## Data supplied
━━━━━━━━━━━━━━━━━━━━━━━━━━━━━━
def build_context(version: ReportVersion, pictures: Pictures, progress: Progress) -> dict:
    report = version.report
    survey = Survey.objects.select_related(
        "site__client", "organization", "thermographer__user", "reviewer__user", "camera"
    ).get(pk=report.survey_id)
    progress("Collecting the survey's numbers", 5)
    thermograms = list(
        survey.thermograms.filter(status=Thermogram.Status.READY)
        .select_related("asset")
        .prefetch_related("marks")
    )
    findings = list(
        survey.findings.select_related(
            "thermogram__asset", "asset", "criteria_table"
        ).prefetch_related("marks", "moisture_checks")
    )
    by_thermogram: dict[int, list[Finding]] = {}
    for finding in findings:
        finding.category_text = category_label(survey.kind, finding.category)
        finding.verified_text = verification_text(finding)
        for mark in finding.marks.all():
            if finding.thermogram is not None and mark.thermogram_id == finding.thermogram_id:
                mark.thermogram = finding.thermogram
            mark.caption = mark_caption(mark)
        by_thermogram.setdefault(finding.thermogram_id, []).append(finding)
    readings = readings_by_thermogram(survey, thermograms)
    results = survey_results(survey, readings=readings)
    export = results_file(results)
    digest = hashlib.sha256(export).hexdigest()

    open_findings = [f for f in findings if f.status == Finding.Status.OPEN]
    counts = Counter(f.level for f in open_findings)
    ranked = sorted(findings, key=_urgency)
    # Only the summary's top findings show a thumbnail: only their thermograms need one.
    thumbnailed = {f.thermogram_id for f in ranked[:TOP_FINDINGS]}
    sections, thumbs, problems = [], {}, []
    shown = [t for t in thermograms if t.pk in readings or t.pk in by_thermogram]
    with ThreadPoolExecutor(max_workers=DRAWING_THREADS) as pool:
        drawn = pool.map(
            lambda t: draw_thermogram(
                t,
                pictures,
                thumbnail=t.pk in thumbnailed,
                unit=version.temperature_unit,
                extremes_c=reading_extremes(readings.get(t.pk, [])),
            ),
            shown,
        )
        for index, thermogram in enumerate(shown, start=1):
            progress(f"Drawing thermogram {index} of {len(shown)}", 10 + 60 * index // len(shown))
            drawing = next(drawn)
            if drawing["thumb"]:
                thumbs[thermogram.pk] = drawing["thumb"]
            problems += drawing["problems"]
            sections.append(
                {
                    "thermogram": thermogram,
                    "anchor": f"thermogram-{thermogram.pk}",
                    "picture": drawing["picture"],
                    "photo": drawing["photo"],
                    "span": span_text(drawing["span"], version.temperature_unit),
                    "readings": readings.get(thermogram.pk, []),
                    "findings": sorted(by_thermogram.get(thermogram.pk, []), key=_urgency),
                    "trend": trend_chart(thermogram, version.temperature_unit),
                }
            )

    open_ranked = [f for f in ranked if f.status == Finding.Status.OPEN and f.level is not None]
    first_level = open_ranked[0].level if open_ranked else None
    heat_loss, heat_loss_total = heat_loss_rows(survey)
    reference_keys = ["all"]
    reference_keys += ["building"] if survey.is_building else []
    reference_keys += [survey.kind] if survey.kind in REPORT_SOURCES else []
    reference_keys += ["heat_loss"] if heat_loss else []
    return {
        "version": version,
        "report": report,
        "survey": survey,
        "organization": survey.organization,
        "client": survey.site.client,
        "site": survey.site,
        "thermographer": survey.thermographer,
        "reviewer": _reviewer(version, survey),
        "is_draft": version.is_draft,
        "generated_at": timezone.now(),
        "watermark": pictures.put("draft.png", draft_watermark_png(), "image/png")
        if version.is_draft
        else None,
        "content_sha256": digest,
        "results_file_name": results_file_name(survey.pk),
        "_results_file": export,
        "level_counts": [(level, label, counts.get(level, 0)) for level, label in LEVELS],
        "unlevelled_count": counts.get(None, 0),
        "finding_count": len(findings),
        "open_count": len(open_findings),
        "repaired_count": sum(f.status == Finding.Status.REPAIRED for f in findings),
        "verified_count": sum(f.status == Finding.Status.VERIFIED for f in findings),
        "top_findings": [
            {"finding": f, "thumb": thumbs.get(f.thermogram_id)} for f in ranked[:TOP_FINDINGS]
        ],
        "act_first": [f for f in open_ranked if f.level == first_level],
        "conditions": conditions_rows(survey, version.temperature_unit, version.speed_unit),
        "conditions_check": (
            checks := conditions_check(
                survey, unit=version.temperature_unit, speed_unit=version.speed_unit
            )
        ),
        "conditions_shortfalls": [row for row in checks if row["status"] != "met"],
        "logged_conditions": logged_conditions_context(
            survey, thermograms, version.temperature_unit
        ),
        "unit": version.temperature_unit,
        "unit_symbol": units.symbol(version.temperature_unit),
        "diff_label": units.difference_label(version.temperature_unit),
        "length_unit": version.length_unit,
        "length_symbol": units.length_symbol(version.length_unit),
        "independently_reviewed": version.is_draft or version.independently_reviewed,
        "round": round_rows(survey),
        "method": method_context(survey, thermograms, findings),
        "criteria_provenance": criteria_provenance(version, survey),
        "sections": sections,
        "heat_loss": heat_loss,
        "heat_loss_total": heat_loss_total,
        "roof": roof_context(survey, thermograms, findings, pictures),
        "building": envelope_context(survey, version.temperature_unit),
        "cautions": cautions(survey, heat_loss=bool(heat_loss)),
        "references": [ref for key in reference_keys for ref in REPORT_SOURCES[key]],
        "thermogram_count": len(thermograms),
        "_results": results,
        "_problems": problems,
    }


def criteria_provenance(version: ReportVersion, survey: Survey) -> list[dict]:
    """The criteria tables behind the findings, with the basis the firm gives them and who
    reviewed them, or who accepted them unreviewed when the version was issued."""
    issuer = _reviewer(version, survey) if version.unreviewed_criteria_accepted_at else None
    rows = []
    for table in survey_criteria_tables(survey):
        reviewer = table.reviewed_by
        rows.append(
            {
                "table": table,
                "basis": table_basis(table),
                "reviewer": reviewer.display_name if reviewer else "a former member",
                "accepted_by": issuer.display_name if issuer else None,
                "accepted_at": version.unreviewed_criteria_accepted_at,
            }
        )
    return rows


def round_rows(survey: Survey) -> dict[str, list]:
    """The survey's round, if it was one: assets visited, skipped (with the reason given)
    and not visited without a reason."""
    rows = {"visited": [], "skipped": [], "not_visited": []}
    for item in round_progress(survey):
        if item.status == "visited":
            rows["visited"].append(item.stop)
        elif item.status == "skipped":
            rows["skipped"].append(item.stop)
        else:
            rows["not_visited"].append(item.stop)
    return rows


def _reviewer(version: ReportVersion, survey: Survey):
    issuer = getattr(version.issued_by, "membership", None) if version.issued_by else None
    return issuer or survey.reviewer


def _urgency(finding: Finding) -> tuple:
    return (finding.level or 9, finding.created_at)


@dataclass
class RenderedReport:
    pdf: bytes
    page_count: int
    content_sha256: str
    # What had to be left out (a thermogram or photo that could not be drawn) and why.
    notes: str = ""


_collections_lock = threading.Lock()
_collections_state = {"depth": 0, "saved": (700, 10, 10)}


@contextlib.contextmanager
def fewer_collections(threshold: int = GC_THRESHOLD):
    """Run Python's cyclic garbage collector less often while a report is made.

    A 50-thermogram render allocates millions of objects that stay alive until it ends
    (rows, readings, WeasyPrint's boxes); with the default thresholds the collector walks
    all of them again and again: five full collections, 0.7–1.5 s of a 4–5 s render,
    measured with gc.callbacks. render_pdf collects once at its end instead. The
    thresholds are global: renders overlapping in threads (eager Celery in a threaded web
    server) share one raise, and the last one out puts the old values back.
    """
    with _collections_lock:
        if _collections_state["depth"] == 0:
            old = gc.get_threshold()
            _collections_state["saved"] = old
            gc.set_threshold(max(old[0], threshold), max(old[1], 20), max(old[2], 20))
        _collections_state["depth"] += 1
    try:
        yield
    finally:
        with _collections_lock:
            _collections_state["depth"] -= 1
            if _collections_state["depth"] == 0:
                gc.set_threshold(*_collections_state["saved"])


ARCHIVAL_VARIANT = "pdf/a-3b"


def pdf_options(version: ReportVersion, context: dict) -> dict:
    """WeasyPrint's output options: an issued version is archival PDF/A-3b, tagged for
    accessibility, with the survey results file it was made from attached as an associated
    file (relationship Data); a draft stays a plain PDF (it carries the watermark).

    Cost, measured on one laid-out document of 40 thermograms (27 pages, 15 MB) on the
    shared 2-core machine, three writes of each: write_pdf took 0.3–0.7 s plain and
    0.8–1.2 s as tagged PDF/A-3b (the structure tree), about 0.5 s more; the process's peak
    resident memory rose by 42 MB at the first tagged write (230 to 272 MB, a test process)
    and not after; the file is 0.6 % larger. The layout before it is the same for both.
    """
    if version.is_draft:
        return {}
    from weasyprint import Attachment

    results = Attachment(
        string=context["_results_file"],
        name=context["results_file_name"],
        description="Survey results this report was made from (JSON)",
        relationship="Data",
    )
    return {"pdf_variant": ARCHIVAL_VARIANT, "pdf_tags": True, "attachments": [results]}


def render_pdf(
    version: ReportVersion,
    *,
    progress: Progress | None = None,
    image_format: str = "jpeg",
) -> RenderedReport:
    """Render one version's PDF in memory; `progress(stage, percent)` is told along the way."""
    from weasyprint import HTML

    progress = progress or (lambda stage, pct: None)
    pictures = Pictures(image_format=image_format)
    with fewer_collections():
        context = build_context(version, pictures, progress)
        context.update(particulars_context(version, context, pictures))
        progress("Laying out the pages", 75)
        html = typeset(render_to_string("reports/pdf/report.html", context))
        document = HTML(
            string=html, base_url=BASE_URL, url_fetcher=LocalOnlyFetcher(pictures.files)
        ).render()
        progress("Writing the PDF", 90)
        pdf = document.write_pdf(**pdf_options(version, context))
        rendered = RenderedReport(
            pdf=pdf,
            page_count=len(document.pages),
            content_sha256=context["content_sha256"],
            notes="\n".join(context["_problems"]),
        )
        # Free the render's own garbage now (some 200,000 objects in reference cycles for
        # 50 thermograms): with the raised thresholds nothing else would before the next
        # render's peak, and a worker would hold two documents at once (350 MB, not 220).
        del document, context, html
        gc.collect()
    return rendered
━━━━━━━━━━━━━━━━━━━━━━━━━━━━━━
## Activity
What is needed is every line of the records that contains the word "thumbnailed".

## Answer to the exercise
    thumbnailed = {f.thermogram_id for f in ranked[:TOP_FINDINGS]}
                thumbnail=t.pk in thumbnailed,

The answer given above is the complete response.